The 10 gallon is also going to get a lot more work done - I'd like to get it more planted and once that's established, get some shrimps, and once THEY'RE established, see about getting a small school of something tiny in with Krampus. He's proving to be pretty chill about everything, hardly even caring to flare at mirrors, so he should do pretty well with some little rasboras. If I can find any - neither Petsmart or the Fish Gallery in town had any for me to look at. Hopefully that'll change as I move further along in developing the tank though.


----------



## EvaJupiterSkies (Oct 25, 2013)

Lovely fish! Does your second betta have a name yet, or is he proving elusive to name?


----------



## emka (Oct 6, 2013)

He does have a name! I knew I forgot something, lol. He's Ienzo.

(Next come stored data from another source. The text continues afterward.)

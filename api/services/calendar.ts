import { TZDate } from '@date-fns/tz';
import { and, asc, eq, exists, gte, lte } from 'drizzle-orm';
import ical, { ICalEventStatus } from 'ical-generator';
import { isStaffRole } from '@shared/people/permissions';
import type { CalendarFeedAddress, CalendarFeedStatus } from '@shared/schemas/calendar-feed';
import { visitKindLabels } from '@shared/schemas/visits';
import { isKnownTimeZone } from '@shared/time/time-zones';
import type { Db } from '../db/client';
import { companies, tankMembers, tanks, users, visits } from '../db/schema/index';
import { notFound } from '../lib/http-error';
import { hashToken, newSecretToken } from '../lib/tokens';
import { vtimezone } from '../lib/vtimezone';
import type { Actor } from './actors';

/*
 * A person's schedule as an iCalendar feed (RFC 5545) that calendar apps poll without signing in:
 * the secret in the address is the credential, so only its hash is kept, issuing a new address
 * retires the old one, and the person's status and role are read at every poll.
 */

/** How much of the schedule a feed holds: recent visits for reference, and the season ahead. */
export const calendarPastDays = 30;
export const calendarAheadDays = 180;

const dayMs = 86_400_000;

export function calendarFeedUrl(appOrigin: string, token: string): string {
  return `${appOrigin}/api/calendar/${token}.ics`;
}

export async function calendarFeedStatus(db: Db, actor: Actor): Promise<CalendarFeedStatus> {
  const [row] = await db
    .select({ tokenHash: users.calendarTokenHash })
    .from(users)
    .where(eq(users.id, actor.id));
  return { active: Boolean(row?.tokenHash) };
}

/** A new address for the person's feed; the one before stops working at once. */
export async function issueCalendarFeed(
  db: Db,
  actor: Actor,
  appOrigin: string,
): Promise<CalendarFeedAddress> {
  const token = newSecretToken();
  await db
    .update(users)
    .set({ calendarTokenHash: hashToken(token) })
    .where(eq(users.id, actor.id));
  return { url: calendarFeedUrl(appOrigin, token) };
}

export async function revokeCalendarFeed(db: Db, actor: Actor): Promise<void> {
  await db.update(users).set({ calendarTokenHash: null }).where(eq(users.id, actor.id));
}

/** The person a feed address belongs to, while their account is active. */
async function feedOwner(db: Db, token: string) {
  // Our tokens are 256 bits in base64url; anything else cannot match and needs no look-up.
  if (!/^[\w-]{43}$/.test(token)) return null;
  const [row] = await db
    .select({ id: users.id, role: users.role, companyId: users.companyId, companyName: companies.name })
    .from(users)
    .innerJoin(companies, eq(companies.id, users.companyId))
    .where(and(eq(users.calendarTokenHash, hashToken(token)), eq(users.status, 'active')));
  return row ?? null;
}

/**
 * The feed behind `token`, as iCalendar text: for staff the visits given to them, for owners the
 * visits to their tanks, from `calendarPastDays` back to `calendarAheadDays` ahead of `now`.
 * Cancelled visits stay in, marked CANCELLED, so calendar apps take them off rather than keep a
 * stale copy. Times are written in the tank's zone (else its company's) with a VTIMEZONE for each.
 */
export async function calendarFor(db: Db, token: string, now: Date, appOrigin: string): Promise<string> {
  const person = await feedOwner(db, token);
  if (!person) throw notFound('calendar feed');
  const staff = isStaffRole(person.role);
  const from = new Date(now.getTime() - calendarPastDays * dayMs);
  const to = new Date(now.getTime() + calendarAheadDays * dayMs);
  const whose = staff
    ? eq(visits.technicianId, person.id)
    : exists(
        db
          .select({ one: tankMembers.userId })
          .from(tankMembers)
          .where(and(eq(tankMembers.tankId, visits.tankId), eq(tankMembers.userId, person.id))),
      );
  const rows = await db
    .select({
      id: visits.id,
      tankId: visits.tankId,
      kind: visits.kind,
      status: visits.status,
      windowStart: visits.windowStart,
      windowEnd: visits.windowEnd,
      updatedAt: visits.updatedAt,
      tankName: tanks.name,
      siteLabel: tanks.siteLabel,
      tankZone: tanks.timeZone,
      companyZone: companies.timeZone,
    })
    .from(visits)
    .innerJoin(tanks, eq(tanks.id, visits.tankId))
    .innerJoin(companies, eq(companies.id, tanks.companyId))
    .where(
      and(
        eq(visits.companyId, person.companyId),
        gte(visits.windowStart, from),
        lte(visits.windowStart, to),
        whose,
      ),
    )
    .orderBy(asc(visits.windowStart), asc(visits.id));

  // The zone rules cover a day either side, so a window ending after `to` is still described.
  const zoneFrom = new Date(from.getTime() - dayMs);
  const zoneTo = new Date(to.getTime() + 2 * dayMs);
  const calendar = ical({
    name: staff ? `My visits — ${person.companyName}` : `Visits to my tanks — ${person.companyName}`,
    prodId: { company: 'Brinewatch', product: 'Visits', language: 'EN' },
    // A hint for apps that honour it; the response itself may be cached for 5 minutes.
    ttl: 60 * 60,
    timezone: { name: null, generator: (zone) => vtimezone(zone, zoneFrom, zoneTo) },
  });
  for (const row of rows) {
    // A zone stored before zones were checked must not stop the whole feed.
    const zone = [row.tankZone, row.companyZone].find((z) => z && isKnownTimeZone(z)) ?? 'UTC';
    calendar.createEvent({
      id: `${row.id}@brinewatch`,
      start: new TZDate(row.windowStart.getTime(), zone),
      end: new TZDate(row.windowEnd.getTime(), zone),
      timezone: zone,
      stamp: now,
      lastModified: row.updatedAt,
      summary: `${visitKindLabels[row.kind]} — ${row.tankName}`,
      location: row.siteLabel,
      url: staff ? `${appOrigin}/visits/${row.id}` : `${appOrigin}/tanks/${row.tankId}?section=visits`,
      status: row.status === 'cancelled' ? ICalEventStatus.CANCELLED : null,
    });
  }
  // Every content line ends in CRLF, the last one too (RFC 5545 §3.1); ical-generator stops short of it.
  return calendar.toString().replace(/(\r\n)?$/, '\r\n');
}
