import type { Db } from '../db/client';
import { preparedStatement } from '../db/prepared';
import type { Role } from '@shared/people/permissions';

export type { Role };

export interface Actor {
  id: string;
  companyId: string;
  companyName: string;
  role: Role;
  name: string;
  email: string;
}

/** On every signed-in request, so prepared once per connection (db/prepared.ts). */
const activeActor = preparedStatement<Actor, [userId: string]>(
  'active-actor',
  `select u.id, u.company_id as "companyId", c.name as "companyName", u.role, u.name, u.email
   from users u join companies c on c.id = u.company_id
   where u.id = $1 and u.status = 'active'`,
);

export async function findActiveActor(db: Db, userId: string): Promise<Actor | null> {
  const [row] = await activeActor(db, userId);
  return row ?? null;
}
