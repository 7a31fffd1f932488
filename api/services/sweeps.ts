import { and, eq, inArray, isNotNull, isNull, ne, sql } from 'drizzle-orm';
import { describeAlert } from '@shared/alerts/describe-alert';
import { deviceStaleAfterMs, parameterCatalogue, parametersFor } from '@shared/parameters/catalogue';
import type { ParameterKey } from '@shared/parameters/keys';
import type { AppDeps } from '../deps';
import { alertEvents, alerts, companies, devices, readings, tanks } from '../db/schema/index';

type Opened = { eventId: string };

async function openIfNone(
  deps: AppDeps,
  values: Omit<typeof alerts.$inferInsert, 'status'>,
): Promise<Opened | null> {
  return deps.db.transaction(async (tx) => {
    await tx.execute(sql`select pg_advisory_xact_lock(hashtext(${values.tankId}))`);
    const [existing] = await tx
      .select({ id: alerts.id })
      .from(alerts)
      .where(
        and(
          eq(alerts.tankId, values.tankId),
          eq(alerts.ruleKey, values.ruleKey),
          ne(alerts.status, 'resolved'),
        ),
      );
    if (existing) return null;
    const [alert] = await tx.insert(alerts).values(values).returning({ id: alerts.id });
    const [event] = await tx
      .insert(alertEvents)
      .values({ alertId: alert!.id, type: 'opened', severity: values.severity, at: values.openedAt })
      .returning({ id: alertEvents.id });
    return { eventId: event!.id };
  });
}

async function resolveOpen(deps: AppDeps, tankId: string, ruleKey: string, at: Date): Promise<string | null> {
  return deps.db.transaction(async (tx) => {
    const [existing] = await tx
      .select({ id: alerts.id, severity: alerts.severity })
      .from(alerts)
      .where(and(eq(alerts.tankId, tankId), eq(alerts.ruleKey, ruleKey), ne(alerts.status, 'resolved')))
      .for('update');
    if (!existing) return null;
    await tx.update(alerts).set({ status: 'resolved', resolvedAt: at }).where(eq(alerts.id, existing.id));
    const [event] = await tx
      .insert(alertEvents)
      .values({ alertId: existing.id, type: 'resolved', severity: existing.severity, at })
      .returning({ id: alertEvents.id });
    return event!.id;
  });
}

/** A device silent for longer than it should be (30 minutes) opens one alert; its next reading closes it. */
export async function sweepStaleDevices(deps: AppDeps): Promise<string[]> {
  const now = deps.clock();
  const cutoff = new Date(now.getTime() - deviceStaleAfterMs);
  const rows = await deps.db
    .select({
      device: devices,
      tankName: tanks.name,
      timeZone: sql<string>`coalesce(${tanks.timeZone}, ${companies.timeZone})`,
    })
    .from(devices)
    .innerJoin(tanks, eq(tanks.id, devices.tankId))
    .innerJoin(companies, eq(companies.id, tanks.companyId))
    .where(and(isNull(devices.revokedAt), isNotNull(devices.lastSeenAt)));
  const events: string[] = [];
  for (const { device, tankName, timeZone } of rows) {
    const ruleKey = `device-stale:${device.id}`;
    const lastSeen = device.lastSeenAt!;
    if (lastSeen < cutoff) {
      const text = describeAlert(
        {
          kind: 'device-stale',
          deviceName: device.name,
          lastSeen,
          silentForMs: now.getTime() - lastSeen.getTime(),
        },
        { tankName, timeZone },
      );
      const opened = await openIfNone(deps, {
        companyId: device.companyId,
        tankId: device.tankId,
        kind: 'device-stale',
        ruleKey,
        parameter: null,
        severity: text.severity,
        title: text.title,
        body: text.body,
        openedAt: now,
        lastSeenAt: now,
      });
      if (opened) events.push(opened.eventId);
    } else {
      const resolved = await resolveOpen(deps, device.tankId, ruleKey, now);
      if (resolved) events.push(resolved);
    }
  }
  return events;
}

/**
 * Home tests that are due: for each tank and each parameter it has been tested for by hand,
 * a low-urgency notice once the test interval has passed; a new reading closes it.
 */
export async function sweepOverdueTests(deps: AppDeps): Promise<string[]> {
  const now = deps.clock();
  const latest = await deps.db
    .select({
      tankId: readings.tankId,
      companyId: tanks.companyId,
      tankName: tanks.name,
      waterType: tanks.waterType,
      timeZone: sql<string>`coalesce(${tanks.timeZone}, ${companies.timeZone})`,
      parameter: readings.parameter,
      lastAt: sql<Date>`max(${readings.measuredAt})`.mapWith((v: string) => new Date(v)),
    })
    .from(readings)
    .innerJoin(tanks, eq(tanks.id, readings.tankId))
    .innerJoin(companies, eq(companies.id, tanks.companyId))
    .where(inArray(readings.source, ['home-test', 'visit']))
    .groupBy(
      readings.tankId,
      tanks.companyId,
      tanks.name,
      tanks.waterType,
      tanks.timeZone,
      companies.timeZone,
      readings.parameter,
    );
  const events: string[] = [];
  for (const row of latest) {
    const parameter = row.parameter as ParameterKey;
    const interval = parameterCatalogue[parameter].homeTestIntervalMs;
    if (interval === null || !parametersFor(row.waterType).includes(parameter)) continue;
    const ruleKey = `test-overdue:${parameter}`;
    if (now.getTime() - row.lastAt.getTime() <= interval) {
      const resolved = await resolveOpen(deps, row.tankId, ruleKey, now);
      if (resolved) events.push(resolved);
      continue;
    }
    const text = describeAlert(
      { kind: 'test-overdue', parameter, lastMeasuredAt: row.lastAt, intervalMs: interval, now },
      { tankName: row.tankName, timeZone: row.timeZone },
    );
    const opened = await openIfNone(deps, {
      companyId: row.companyId,
      tankId: row.tankId,
      kind: 'test-overdue',
      ruleKey,
      parameter,
      severity: 'notice',
      title: text.title,
      body: text.body,
      openedAt: now,
      lastSeenAt: now,
    });
    if (opened) events.push(opened.eventId);
  }
  return events;
}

And he's in a new tank! The 1.5 ended up not working out so hot for him. The filter that came with it ended up not working so well since the suction cups kept detaching from the side of the tank and a couple times we came upstairs to find it making an awful noise and sitting lopsided. The final straw came when it sucked a piece of gravel up into the motor and ended up making a godawful noise in the MIDDLE OF THE NIGHT that sent both the wife and I shooting up out of bed and slamming into walls in our sleepy confused desperation to find the light switch and a cup to scoop the fish we expected to find on the floor, only to find that no tankshad been dumped over, the cats weren't even in the room, and it was just the dang filter. BLEAH. So, since he had been looking pretty cramped with his enormous butt in that tiny tank anyways, we made yet ANOTHER Petsmart run to find him a new tank. They were sold out of the 2.5 gallon cubes, so we ended up with a 3gal bowfront:










But oh, lord give me strength, I almost started crying in the middle of the store when we bought that, because I had been waging the most painful internal war over a gorgeous marbled blue and white plakat crowntail with a big injury on its back for an entire month... _and he was still there_. Here's how he looked back around when he had first arrived around Christmas, when we first got Krampus --










-- and, well, uh... look at him now.










I SWEAR I'M DONE. NO MORE TANKS. Someone punch me if I even try to look at fish for sale, this multi tank syndrome is killing my wallet! :shock:


----------



## Betta Nut (Dec 3, 2013)

haha.. I think a large number of us have said those words!

Love the "before and after"... Here's a betta in a cup! Here he is out of a cup! How did that happen?!?!

I never knew I had hoarder tendencies til I got into bettas. I throw out anything I haven't touched in a year. But with these guys, all I can think about is what I am getting next. It's soooooo hard to "just look"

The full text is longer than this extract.